Caminhei até ela e me ajoelhei ao seu lado. Coloquei a mão em sua barriga, ficamos ali por alguns minutos e finalmente senti, um negocinho de nada, se não estivesse focado naquilo, não teria pego o movimento.

— Mexeu — gargalhei feliz. — Nosso bebezinho.

— Quero saber o sexo dele. — Ela disse tímida. — Se estiver bom para você. Tipo, quero arrumar o quartinho antes que ele ou ela nasça.

— Por mim tudo bem. — Beijei a barriga dela com carinho.

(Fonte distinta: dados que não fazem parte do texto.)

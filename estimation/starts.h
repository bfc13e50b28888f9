#pragma once

#include "gainsay/estimation/unknown.h"

#include <Eigen/Core>

#include <array>
#include <cstdint>
#include <span>
#include <vector>

namespace gainsay::estimation {

/// The counter-based generator Philox4x64-10 of Salmon, Moraes, Dror & Shaw (2011): four random
/// words that depend on key and counter alone.
std::array<std::uint64_t, 4> philox(const std::array<std::uint64_t, 2>& key,
                                    const std::array<std::uint64_t, 4>& counter);

/// Random numbers keyed by (seed, stream, number): the n-th draw is the same in any order and on
/// any thread.
class Draws {
 public:
  Draws(std::uint64_t seed, std::uint64_t stream, std::uint64_t number);
  double uniform();  ///< open interval (0, 1)
  double normal();   ///< standard normal; Box & Muller (1958)

 private:
  std::uint64_t next();
  std::array<std::uint64_t, 2> key_;
  std::array<std::uint64_t, 4> counter_;
  std::array<std::uint64_t, 4> buffer_{};
  std::size_t left_ = 0;
  double spare_normal_ = 0.0;
  bool has_spare_ = false;
};

/// Start number n: uniform in the box of search coordinates, keyed by (seed, n); each coordinate
/// has its own draws, keyed by the unknown's name, so that adding an unknown does not change the
/// others. Methods (24).
Eigen::VectorXd nth_start(std::span<const Unknown> unknowns, std::uint64_t seed, std::uint64_t n);

/// First guesses as starts, as many as the longest list of `first` has: guess n of each unknown
/// (its last where its list is shorter); for one without a list its prior's value, else the middle
/// of its range in search coordinates. Empty where no unknown has a first guess.
std::vector<Eigen::VectorXd> first_guesses(std::span<const Unknown> unknowns);

/// The middle of the box in search coordinates; a prior's value where there is one.
Eigen::VectorXd middle(std::span<const Unknown> unknowns);

}  // namespace gainsay::estimation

— Você deve querer um menino, não é?

— Na verdade, eu não me importo. — Sorri para ela. — Seja menino ou menina, vai ser meu artilheiro. Vou ensiná-lo a jogar bola. A empinar pipa, a brincar de pega-pega, levar para pescar, pular amarelinha ou brincar de boneca.

— Não se importa mesmo?

— Não. Só quero que nasça com saúde. — Dei mais um beijo na barriga, outro em seus lábios e levantei. — A única coisa certa é que ser for menina ou menino, eu vou amar igualmente.

Depois daquele dia, o bebê não parou um minuto. Mila acordava no meio da noite com ele fazendo a festa. Ela não dormia, comecei a falar com ele quando estava em casa, contava meu dia a dia no corpo de bombeiros enquanto fazia massagem na barriga dela e isso ia acalmando ele.

No dia da ultrassom morfológica, estávamos muito preocupados, iriamos saber se de fato a gravidez estava ocorrendo tranquilamente. Depois que a médica fez todas as medições, verificou todos os detalhes e constatou que tínhamos um lindo bebê saudável, então, pedimos para ela ver o sexo.

— Ah, agora está tudo explicado. — Mila riu quando a doutora disse que esperávamos uma linda menininha. — É por isso que ela fica quieta quando você conversar com ela.

— Que foi? Sou um especialista em mulheres. — Dei um sorriso presunçoso. — Essa é a garotinha do papai.

Saímos do exame e fomos almoçar na casa de sua tia Eunice. Estava louco para conhecê-la. A mulher que foi um porto seguro para minha Mila. Ainda não tinha ganhado a discussão sobre contar para os pais dela.

Quando entramos na casa da tia dela, tivemos uma surpresa, seus pais estavam lá.

— Pai, mãe? O que fazem aqui? — perguntou Mila, ela empalideceu e seu sorriso morreu.

— Desde quando tenho que pedir permissão para visitar minha irmã? — perguntou a mãe dela. — Agora, Camila, acredito que lhe dermos educação para que você nos cumprimentasse de forma certa.

Mila andou até eles e pegou a mão de cada um e pediu a benção, fez o mesmo com a tia para depois voltar para o meu lado. Era impressionante a mudança nela. Passou de uma jovem alegre e descontraída para alguém rígido.

— Quem é o homem com você Camila? — o pai dela perguntou.

Mila respirou fundo e por um instante fechou os olhos. Pegou na minha mão, apertei ela para dar força.